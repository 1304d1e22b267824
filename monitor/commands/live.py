"""`tunetrace live SOURCE`: a real source through the chain, in the UI or as plain stats lines."""

from __future__ import annotations

import argparse
import signal
import sys
import time
from typing import Any, TextIO

from monitor.commands.common import add_source_options, build_pipeline
from monitor.errors import UserError

STATS_INTERVAL_S = 1.0
STATS_WINDOW_S = 10.0          # a stats line's noise covers this much sample time at most


def add_arguments(parser: argparse.ArgumentParser) -> None:
    from monitor.stats import FIGURES_HELP

    parser.epilog = FIGURES_HELP
    parser.add_argument("source", metavar="SOURCE",
                        help="device path (/dev/ttyACM0, COM3), pyserial URL (socket://host:port, "
                             "rfc2217://..., loop://), - for stdin, or sim://")
    add_source_options(parser)
    parser.add_argument("--force", action="store_true",
                        help="overwrite the --record file if it exists")


def run(args: argparse.Namespace) -> int:
    pipeline = build_pipeline(args, args.source)
    return run_session(pipeline, args)


def run_session(pipeline: Any, args: argparse.Namespace) -> int:
    """Plain stats lines with --plain, else the terminal UI; both stop the pipeline at the end.

    SIGTERM and SIGHUP stop either like Ctrl-C (monitor.stop_signals): the
    pipeline stops, any recording closes with its trailer and fsync, and the status is 0.
    """
    if getattr(args, "plain", False):
        return run_plain(pipeline, getattr(args, "duration", None))
    try:
        from monitor.tui.app import run_app
    except ImportError as exc:
        pipeline.stop()
        raise UserError(f"the terminal UI cannot start ({exc}); use --plain for stats lines.",
                        exit_code=1) from None
    pipeline.start()
    return run_app(pipeline, args)


def run_plain(pipeline: Any, duration: float | None, out: TextIO | None = None,
              err: TextIO | None = None) -> int:
    """Print one stats line per second until `duration` s, Ctrl-C, SIGTERM, SIGHUP or the
    end of the source."""
    from monitor.stop_signals import StopRequest, print_safely

    out, err = out or sys.stdout, err or sys.stderr
    plus_minus = "±" if _can_print(out, "±") else "+/-"
    from monitor.stats import SessionNoise

    pipeline.noise = SessionNoise()
    with StopRequest() as stop:
        stop.watch(signal.SIGINT)       # Ctrl-C sets the flag too: nothing cuts the stop short
        pipeline.start()
        started = time.monotonic()
        next_line, shown_total = started + STATS_INTERVAL_S, 0
        reported: set[str] = set()
        try:
            while not stop.requested:
                now = time.monotonic()
                status = pipeline.status()
                _report_problems(status, reported, err)
                if not status.running or (duration is not None and now - started >= duration):
                    break
                if now >= next_line:
                    total = status.samples_total
                    stats = _newest_stats(pipeline, total - shown_total, status.chain_since)
                    line = stats_line(now - started, status, pipeline, stats, plus_minus)
                    if not print_safely(line, out):
                        break                   # the terminal hung up or the pipe closed
                    shown_total = total
                    next_line += STATS_INTERVAL_S * max(1, int((now - next_line)
                                                               // STATS_INTERVAL_S))
                wake = next_line if duration is None else min(next_line, started + duration)
                time.sleep(max(0.0, min(0.05, wake - time.monotonic())))
        except KeyboardInterrupt:
            pass
        finally:
            pipeline.stop()
        status = pipeline.status()
        _report_problems(status, reported, err)
        print_safely(summary_line(time.monotonic() - started, status, pipeline,
                                  pipeline.noise.figures()), out)
    if status.error:
        raise UserError(f"the stream stopped on an internal error ({status.error}); "
                        f"please report it.", exit_code=1)
    return 0


def _can_print(stream: TextIO, text: str) -> bool:
    try:
        text.encode(getattr(stream, "encoding", None) or "ascii")
    except (UnicodeEncodeError, LookupError):
        return False
    return True


def _report_problems(status: Any, reported: set[str], err: TextIO) -> None:
    """Each new chain, recording, decoding or reader problem once on stderr."""
    for text in (status.chain_error, status.recording_error, status.warning, status.error,
                 status.notice):
        if text and text not in reported:
            reported.add(text)
            from monitor.stop_signals import print_safely

            print_safely(f"tunetrace: {text}", err)     # after a hangup stderr is gone


RATE_MOVE_SHOWN_S = 10.0       # how long a stats line says that the rate moved


def rate_text(status: Any, now: float | None = None) -> str:
    """e.g. '250 Hz declared', '~249.8 Hz estimating', 'rate ?', and for RATE_MOVE_SHOWN_S
    after a redesign at a moved rate '~1010 Hz estimated (moved from 1000 Hz, redesigned)'."""
    if status.rate_hz is None:
        return "rate ?"
    waiting = status.chain_note is not None and status.rate_origin == "estimated"
    prefix = "~" if status.rate_origin == "estimated" else ""
    origin = "estimating" if waiting else status.rate_origin
    jitter = getattr(status, "jitter_s", None)
    if status.rate_origin == "device" and jitter is not None:
        text = f"{status.rate_hz:.5g} Hz device (jitter {jitter * 1e6:.1f} us)"
    else:
        text = f"{prefix}{status.rate_hz:.5g} Hz {origin}"
    return text + rate_move_text(status, now)


def rate_move_text(status: Any, now: float | None = None) -> str:
    """' (moved from 1000 Hz, redesigned)' shortly after a redesign at a moved rate, else ''."""
    moved_at = getattr(status, "rate_moved_at", None)
    if moved_at is None or (now or time.monotonic()) - moved_at > RATE_MOVE_SHOWN_S:
        return ""
    return f" (moved from {status.rate_moved_from:.5g} Hz, redesigned)"


def _channel_labels(pipeline: Any, count: int) -> list[str]:
    schema = pipeline.schema
    labels = []
    for k in range(count):
        name = schema.channels[k] if schema is not None and k < len(schema.channels) else f"ch{k}"
        unit = schema.unit(k) if schema is not None else ""
        labels.append(f"{name}[{unit}]" if unit else name)
    return labels


def _newest_stats(pipeline: Any, new_samples: int, chain_since: int) -> list[Any]:
    """Stats of the last STATS_WINDOW_S of samples (sample time, so any replay speed gives
    the same figures), or [] when no sample arrived since the last line."""
    from monitor.stats import ring_stats

    ring = pipeline.ring
    if ring is None or new_samples <= 0:
        return []
    rate = pipeline.rate()
    window = int(STATS_WINDOW_S * rate[0]) if rate else new_samples
    return ring_stats(ring, max(1, min(window, ring.capacity)), pipeline.chain, chain_since)


def stats_line(elapsed: float, status: Any, pipeline: Any, stats: list[Any],
               plus_minus: str = "±") -> str:
    """One line: time, rate, counts, then per channel raw and filtered mean ± noise."""
    head = (f"{elapsed:6.1f} s  {rate_text(status)}  frames {status.frames}  bad {status.bad}  "
            f"dropped {status.dropped}")
    if status.source_state not in ("connected", "ended"):
        head += f"  [{status.source_state}]"
    if not stats:
        return head + "  (no new samples)"
    parts = [
        f"{label} raw {s.mean_raw:.4g}{plus_minus}{s.noise_raw:.3g} "
        f"filt {s.mean_filtered:.4g}{plus_minus}{s.noise_filtered:.3g} "
        f"nr {_db(s.reduction_db)}"
        for label, s in zip(_channel_labels(pipeline, len(stats)), stats, strict=True)
    ]
    return head + "  | " + "  | ".join(parts)


def _db(value: float) -> str:
    from monitor.stats import format_db

    text = format_db(value)
    return text if text == "-" else f"{text} dB"


def summary_line(elapsed: float, status: Any, pipeline: Any, figures: Any) -> str:
    """The closing line: totals, and each channel's noise reduction over the session.

    figures: monitor.stats.SessionFigures (None when no sample went through the chain):
    the measured reduction pooled over every sample of the current chain, beside the
    chain's exact white-noise reduction.
    """
    per_s = status.frames / elapsed if elapsed > 0 else 0.0
    text = (f"summary: {elapsed:.1f} s  {status.frames} frames ({per_s:.1f}/s)  bad "
            f"{status.bad}  dropped {status.dropped}  gaps {status.gaps}  {rate_text(status)}")
    from monitor.stats import format_db

    if figures is not None and figures.samples:
        labels = _channel_labels(pipeline, len(figures.reduction_db))
        text += "  noise reduction measured/white " + ", ".join(
            f"{label} {format_db(db)}/{white:.1f} dB" for label, db, white
            in zip(labels, figures.reduction_db, figures.white_reduction_db, strict=True))
    if status.last_bad_reason:
        text += f"  (last bad frame: {status.last_bad_reason})"
    return text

Your assignment: In exact wording, restate the lines of the data above from the first through the one holding "import time", and stop after that line.

Output for this task:
repository 1304d1e22b267824
filename monitor/commands/live.py
"""`tunetrace live SOURCE`: a real source through the chain, in the UI or as plain stats lines."""

from __future__ import annotations

import argparse
import signal
import sys
import time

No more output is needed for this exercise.